Step 2: Filtering - srkoppolu/SK_RNA-Seq GitHub Wiki

The second step in the pipeline is the removal of ribosomal (rRNA) sequences and filtering of sequences based on base quality.

Removal of Ribosomal Sequences:

SortMeRNA is a local sequence alignment tool for filtering, mapping and clustering. It is widely used for sensitive analysis of NGS reads.

The main application of SortMeRNA is to filter rRNA from metratranscriptomic data. It takes a fasta/fastq file of sequence reads and one/multiple rRNA database file(s) as input, and separates aligned and rejected reads into two files as specified by the user. Additionally, clustering and taxonomy assigning applications are also available through QIIME.

SortMeRNA works with Illumina, Ion Torrent and PacBio data, and can produce SAM and BLAST-like alignments. For further information, please click here.

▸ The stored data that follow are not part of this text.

import type { Quantity } from '../calc/quantity.ts';
import type { Recorder } from '../calc/recorder.ts';
import { placeFormulas } from '../standards/aisc360-22/e2.ts';
import { f1Formulas, modificationFactor } from '../standards/aisc360-22/f1.ts';
import { clause } from '../standards/aisc360-22/writer.ts';
import type { BayResult } from '../standards/elastic-theory/bay.ts';
import { endMomentFormulas } from '../standards/elastic-theory/end-moments.ts';
import type { BayMoments } from './bay-moments.ts';
import { compareFactors } from './modification-factor.ts';
import type { PlaneMoments } from './plane-moments.ts';
import type { ResolvedInput } from './resolved.ts';
import { placeQuantity } from './restraint-lines.ts';
import {
  diagramOf,
  largestOn,
  momentAlong,
  type Segment,
  type SegmentContext,
} from './segments.ts';

const QUARTERS = [
  ['A', placeFormulas.quarterA, 'MA4', 'first quarter point'],
  ['B', placeFormulas.quarterB, 'MB4', 'middle'],
  ['C', placeFormulas.quarterC, 'MC4', 'third quarter point'],
] as const;

/**
 * Cb of one segment from the diagram whose largest moment enters Mr: the second-order one, or for
 * amplified moments the first-order one with the second-order value beside it.
 */
export function segmentCb(
  segment: Segment,
  input: ResolvedInput,
  m: SegmentContext,
  x: PlaneMoments,
  Lb: Quantity,
  compressed: boolean,
): Quantity {
  const { r } = segment;
  const { secondOrder } = input.analysis;
  r.section('F1', 'Lateral-torsional buckling modification factor', clause('F1'));
  const drawn = x.bays.filter((bay) => bay.state === 'done');
  // From an analysis, at or beyond the critical load of pinned ends: no curve between given moments.
  const beyond = compressed && secondOrder === 'from-analysis' && drawn.some((bay) => !bay.exact);
  const unknown = beyond || (x.givenMax && !x.bays.some((bay) => bay.loads.length > 0));
  if (unknown || drawn.some((bay) => bay.swayed)) return one(r, unknown ? UNKNOWN : SWAY);
  const places = quarterPlaces(segment, m, Lb);
  const Cb = factorAlong(segment, m, x, places, 'F1', diagramOf, {
    title: x.bays.some((bay) => bay.alongExact)
      ? 'Modification factor, second-order diagram'
      : 'Modification factor, first-order diagram',
  });
  if (!Cb) return one(r, UNKNOWN);
  if (secondOrder !== 'amplified' || !drawn.every((bay) => bay.exact)) return Cb;
  const second = factorAlong(
    segment,
    m,
    x,
    places,
    'F1/second',
    (bay) => bay.exact ?? bay.first(),
    { title: 'The same from the second-order diagram', symbol: 'Cb2' },
  );
  if (second) compareFactors(r, Cb, second);
  return Cb;
}

const UNKNOWN =
  'The shape of the moment diagram is not given. Cb is taken as 1, which is on the safe side.';
const SWAY =
  'Moments with and without lateral translation have diagrams of their own, whose signs combine both ways. Cb is taken as 1, which is on the safe side.';

function one(r: Recorder, text: string): Quantity {
  const code = text === SWAY ? 'diagram-with-sway' : 'diagram-unknown';
  r.notice('F1/taken', 'note', code, text, { title: 'Modification factor', clause: clause('F1') });
  return r.formula(f1Formulas.CbOne, 'F1/Cb', {});
}

type Quarters = Readonly<Record<'A' | 'B' | 'C', Quantity>>;

/** Places of the quarter points, distances from end A. */
function quarterPlaces(segment: Segment, m: SegmentContext, Lb: Quantity): Quarters {
  const za = placeQuantity(m.q.places, segment.from) ?? m.start();
  const place = ([name, formula]: (typeof QUARTERS)[number]) =>
    [name, segment.r.formula(formula, `F1/${name}/place`, { za, Lb })] as const;
  return Object.fromEntries(QUARTERS.map(place)) as Quarters;
}

function factorAlong(
  segment: Segment,
  m: SegmentContext,
  x: PlaneMoments,
  places: Quarters,
  at: string,
  of: (bay: BayMoments) => BayResult,
  named: { readonly title: string; readonly symbol?: string },
): Quantity | null {
  const { r } = segment;
  const Mmax = largestOn(segment, m, x, of, `${at}/Mmax`);
  if (!Mmax || Mmax.value === 0) return null;
  const [MA4, MB4, MC4] = QUARTERS.map(([name, , symbol, words]) => {
    const M = momentAlong(r, m, x, `${at}/${name}/M`, places[name], of);
    const title = `Size of the moment at the ${words}`;
    return r.formula(endMomentFormulas.size, `${at}/${name}/abs`, { M }, { symbol, title });
  }) as [Quantity, Quantity, Quantity];
  return modificationFactor(r, at, { Mmax, MA4, MB4, MC4 }, named);
}
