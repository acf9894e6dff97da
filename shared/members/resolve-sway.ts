import type { GivenValue } from '../calc/quantity.ts';
import type { DimensionName } from '../units/dimension.ts';
import type { Given } from './given-values.ts';
import type { CombinationInput } from './input.ts';
import type { ResolvedSway, SwayDirection } from './resolved.ts';
import type { SwayDirectionInput } from './sway-input.ts';

type Read = (path: string, given: Given | undefined, d: DimensionName) => GivenValue | null;

/** Sway of a force set (App. 8.1.3); null where it gives none. */
export function resolveSway(
  sway: CombinationInput['sway'],
  path: string,
  problem: (path: string, message: string) => void,
  read: Read,
): ResolvedSway | null {
  if (sway === undefined) return null;
  const direction = (axis: 'x' | 'y'): SwayDirection | null => {
    const given = sway[axis];
    return given ? readDirection(given, `${path}.sway.${axis}`, problem, read) : null;
  };
  return {
    P: read(`${path}.sway.P`, sway.P, 'force'),
    x: direction('x'),
    y: direction('y'),
  };
}

function readDirection(
  given: SwayDirectionInput,
  at: string,
  problem: (path: string, message: string) => void,
  read: Read,
): SwayDirection | null {
  const positive = (field: 'PeStory' | 'H' | 'height' | 'drift', dimension: DimensionName) => {
    const found = read(`${at}.${field}`, given[field], dimension);
    if (found && found.value <= 0)
      problem(`${at}.${field}`, `is ${found.text}; it must be above zero`);
    return found;
  };
  const MA = read(`${at}.MA`, given.MA, 'moment');
  const MB = read(`${at}.MB`, given.MB, 'moment');
  const Pstory = read(`${at}.Pstory`, given.Pstory, 'force');
  if (Pstory && Pstory.value < 0)
    problem(`${at}.Pstory`, `is ${Pstory.text}; the load of the story is positive downwards`);
  const PeStory = positive('PeStory', 'force');
  if (!Pstory) return null;
  if (PeStory) return { MA, MB, Pstory, PeStory, stiffness: null };
  const H = positive('H', 'force');
  const height = positive('height', 'length');
  const drift = positive('drift', 'deflection');
  for (const field of ['H', 'height', 'drift'] as const)
    if (given[field] === undefined)
      problem(
        `${at}.${field}`,
        'is needed where the elastic critical load of the story (PeStory) is not given: A-8-7 uses the story shear H, its height and its first-order drift',
      );
  if (!H || !height || !drift) return null;
  const Pmf = read(`${at}.Pmf`, given.Pmf, 'force');
  if (!Pmf && !given.RM)
    problem(
      `${at}.Pmf`,
      'is needed for R_M (A-8-8), or say with RM that the story is "braced" or that the "lower bound" of 0.85 is taken',
    );
  if (Pmf && (Pmf.value < 0 || Pmf.value > Pstory.value))
    problem(`${at}.Pmf`, `is ${Pmf.text}; it must lie between zero and the load of the story`);
  return {
    MA,
    MB,
    Pstory,
    PeStory: null,
    stiffness: { H, height, drift, RM: Pmf ?? given.RM ?? 'lower bound' },
  };
}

To install SortMeRNA in bash:

# get binary distro (substitute the release version as desired)
wget https://github.com/biocore/sortmerna/releases/download/v3.0.3/sortmerna-3.0.3-linux.sh

# view the installer usage
chmod +x ./sortmerna-3.0.3-linux.sh
./sortmerna-3.0.3-linux.sh --help

# set PATH
export PATH=$HOME/sortmerna/bin:$PATH

# test the installation
sortmerna --version

# view help
sortmerna -h

To run SortMeRNA in bash:

# Incase of multiple fastq files for the paired end reads, unzip and merge the files into a single fq file for each individual sample.
gunzip *.gz
merge-paired-reads.sh forward-reads.fq reverse-reads.fq merged-reads.fq

# Run sortmerna for each individual sample
sortmerna --ref $SORTMERNA_DB --reads sample_1_merged.fq --paired_in -a 16 --log --fastx --aligned sample_1_rRNA --other sample_1_sortmerna 

# Unmerge the paired reads
unmerge-paired-reads.sh sample_1_sortmerna.fq sample_1_sortmerna_1.fq sample_1_sortmerna_2.fq

# Look at the log file 
more sortmerna/sample_1_rRNA.log

The scripts for merge-paired-reads.sh and unmerge-paired-reads.sh can be found in the sortmerna repository in GitHub.

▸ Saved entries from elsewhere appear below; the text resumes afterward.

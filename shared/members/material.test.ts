import { describe, expect, it } from 'vitest';
import { createRecorder } from '../calc/recorder.ts';
import { parseQuantity } from '../units/parse.ts';
import { quantityReader } from './given-values.ts';
import type { MemberInput } from './input.ts';
import { findGrade, rowsOf, STEELS } from './material.ts';
import { resolveSection } from './resolve-section.ts';
import { resolveSteel } from './resolve-steel.ts';
import { steelLines } from './steel-lines.ts';

function read(material: MemberInput['material'], section: Parameters<typeof resolveSection>[0]) {
  const problems: string[] = [];
  const problem = (path: string, message: string) => problems.push(`${path} ${message}`);
  const quantity = quantityReader(problem);
  const found = resolveSection(section, problem, quantity).section;
  const steel = resolveSteel({ material } as MemberInput, problem, quantity, found);
  return { steel, problems };
}

const rowOf = (material: string, section: Parameters<typeof resolveSection>[0]) => {
  const { steel, problems } = read(material, section);
  if (problems.length > 0) return problems.join();
  return steel.kind === 'grade' ? `${steel.steel.row}: ${steel.steel.us.Fy}` : steel.name;
};
const plates = (tf: string) => ({ shape: 'i', d: '60 in', bf: '20 in', tf, tw: '0.5 in' }) as const;

/* From memory of the ASTM standards; A572 thicknesses: A572/A572M-15, Table 1. */
describe('the row of a steel', () => {
  it.each([
    ['A992', 'W12X79', 'A992: 50 ksi'],
    ['A572 Gr. 50', 'W14X730', 'A572 Gr. 50: 50 ksi'],
    ['A36', 'C15X33.9', 'A36: 36 ksi'],
    ['A500 Gr. C', 'HSS8X6X1/2', 'A500 Gr. C, rectangular: 50 ksi'],
    ['A500 Gr. C', 'HSS6.000X0.375', 'A500 Gr. C, round, editions before 2021: 46 ksi'],
    ['A500 Gr. B', 'HSS6.000X0.375', 'A500 Gr. B, round, editions before 2021: 42 ksi'],
    ['A500 Gr. B', 'HSS8X6X1/2', 'A500 Gr. B, rectangular: 46 ksi'],
    ['A500-21 Gr. C', 'HSS6.000X0.375', 'A500-21 Gr. C: 50 ksi'],
    ['ASTM A53 Grade B', 'Pipe8STD', 'A53 Gr. B: 35 ksi'],
    ['A588', 'W14X99', 'A588: 50 ksi'],
  ])('%s for %s', (material, section, row) => expect(rowOf(material, section)).toBe(row));

  it.each([
    ['4 in', 'A588, plates to 4 in [100 mm]: 50 ksi'],
    ['101.7 mm', 'A588, plates over 4 to 5 in [100 to 125 mm]: 46 ksi'],
    ['5 in', 'A588, plates over 4 to 5 in [100 to 125 mm]: 46 ksi'],
    ['6 in', 'A588, plates over 5 to 8 in [125 to 200 mm]: 42 ksi'],
  ])('A588, flange plates of %s', (tf, row) => expect(rowOf('A588', plates(tf))).toBe(row));
  it('A36, plates over 8 in', () =>
    expect(rowOf('A36', plates('8.5 in'))).toBe('A36, plates over 8 in [200 mm]: 32 ksi'));

  it.each([
    ['A588', plates('9 in')],
    ['A572 Gr. 65', plates('1.5 in')],
    // Flange 3.82 in; shapes to 2 in.
    ['A572 Gr. 60', 'W14X550'],
    ['A529 Gr. 50', 'W14X311'],
  ])('%s is not made as thick: a problem', (material, section) =>
    expect(rowOf(material, section)).toMatch(/^material is ASTM .* not made as thick/),
  );

  it('of A1085 is refused for a tube of the tables, whose walls are those of A500', () => {
    expect(rowOf('A1085', 'HSS8X6X1/2')).toMatch(/^material is A1085, but HSS8X6X1\/2/);
    const tube = { shape: 'tube', Ht: '8 in', B: '6 in', t: '0.5 in', wall: 'nominal' } as const;
    expect(rowOf('A1085', tube)).toBe('A1085: 50 ksi');
  });
});

describe('the lines of a steel', () => {
  const lines = (material: MemberInput['material'], section: string, set: 'us' | 'si' = 'us') => {
    const r = createRecorder('');
    const { steel, problems } = read(material, section);
    if (problems.length > 0) throw new Error(problems.join());
    return { q: steelLines(r, steel, set), lines: r.lines };
  };
  /* AISC Design Examples v16.0: Fy = 50 ksi, Fu = 65 ksi, E = 29 000 ksi for A992. */
  it('are of the row, in both published sets', () => {
    const published = (set: 'us' | 'si') =>
      lines('A992', 'W12X79', set).lines.flatMap((l) =>
        l.kind === 'lookup' ? [`${l.key} ${l.published}`] : [],
      );
    expect(published('us')).toEqual([
      ...['steel/Fy 50 ksi', 'steel/Fu 65 ksi', 'steel/E 29000 ksi', 'steel/G 11200 ksi'],
    ]);
    expect(published('si')).toEqual([
      ...['steel/Fy 345 MPa', 'steel/Fu 450 MPa', 'steel/E 200000 MPa', 'steel/G 77200 MPa'],
    ]);
  });
  it('caution where the steel is not made as the section, with its lowest yield stress', () => {
    const { lines: found } = lines('A500 Gr. C', 'W12X79');
    expect(found.find((l) => l.kind === 'notice')).toMatchObject({
      ...{ key: 'steel/product', severity: 'caution' },
    });
    expect(found.find((l) => l.key === 'steel/Fy')).toMatchObject({ published: '46 ksi' });
    expect(lines('A992', 'W12X79').lines.some((l) => l.kind === 'notice')).toBe(false);
  });
  it('leave Fu out where a steel of one’s own has none', () => {
    const own = { name: 'S355', Fy: '355 MPa', source: { kind: 'typed' } } as const;
    expect(lines(own, 'W12X79').q.Fu).toBeNull();
    expect(lines({ ...own, Fu: '470 MPa' }, 'W12X79').q.Fu?.value).toBe(470);
  });
});

describe('the list of steels', () => {
  it('has each grade once, found by its title and its key, every value a stress, Fy below Fu', () => {
    expect(new Set(STEELS.map(({ key }) => key)).size).toBe(STEELS.length);
    for (const grade of STEELS) {
      expect(findGrade(grade.key)).toBe(grade);
      const rows = rowsOf(grade);
      for (const row of rows)
        for (const set of ['us', 'si'] as const) {
          const [Fy, Fu] = [row[set].Fy, row[set].Fu].map((text) => {
            const parsed = parseQuantity(text, 'stress');
            return parsed.ok ? parsed.quantity.value : Number.NaN;
          }) as [number, number];
          expect(Fy, row.row).toBeGreaterThan(200);
          expect(Fu, row.row).toBeGreaterThan(Fy);
        }
      // The two published sets are within 2 % of each other.
      for (const { us, si } of rows)
        expect(
          Math.abs((Number.parseFloat(us.Fy) * 6.894757) / Number.parseFloat(si.Fy) - 1),
        ).toBeLessThan(0.02);
    }
  });
  it('rows of one name have the same values', () => {
    for (const rows of STEELS.map(rowsOf))
      for (const a of rows)
        for (const b of rows) if (a.row === b.row) expect({ ...a }).toEqual({ ...b });
  });
});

To run sortmeRNA for multiple samples, please edit and run the sortmeRNAfilter.sh script.


Base Filtering:

The next step after the removal of rRNA sequences is the quality trimming and adapter clipping.

Trim Galore:

Trim Galore is a wrapper around Cutadapt and FastQC to consistently apply adapter and quality trimming to fastq files, with extra functionality for RRBS data. For proper functioning, it is important to ensure that these two softwares are available and that the trim_galore script is copied to a location available on PATH.

For example:

# Check that cutadapt is installed
cutadapt --version  

# Check that FastQC is installed
fastqc -v  

# Install Trim Galore
curl -fsSL https://github.com/FelixKrueger/TrimGalore/archive/0.6.0.tar.gz -o trim_galore.tar.gz
tar xvzf trim_galore.tar.gz  

# Run Trim Galore
~/TrimGalore-0.6.0/trim_galore

For further instructions on Trim Galore, please refer the User Guide.

Trimmomatic:

Another method to do quality trimming and adapter clipping for Illumina sequencing data is to use trimmomatic.

You often don't need leading and traling clipping. Also in general keepBothReads can be useful when working with paired end data, you will keep even redunfant information but this likely makes your pipelines more manageable. Note the additional :2 in front of keepBothReads this is the minimum adapter length in palindrome mode, you can even set this to 1. (Default is a very conservative 8)

Run trimmomatic on each sample individually (use in a bash script for efficiency):

# Run Trimmomatic
trimmomatic PE -threads 8 -phred64 sortmerna/sample_1_sortmerna_1.fq sortmerna/sample_1_sortmerna_2.fq sample_1_sortmerna_trimmomatic_1.fq sample_1_sortmerna_unpaired_1.fq sample_1_sortmerna_trimmomatic_2.fq sample_1_sortmerna_unpaired_2.fq ILLUMINACLIP:/usr/share/Trimmomatic-0.33/adapters/TruSeq3-PE.fa:3:30:10 SLIDINGWINDOW:5:20 MINLEN:50

To run trimmomatic for multiple samples, please edit and run the trimmomaticfilter.sh script.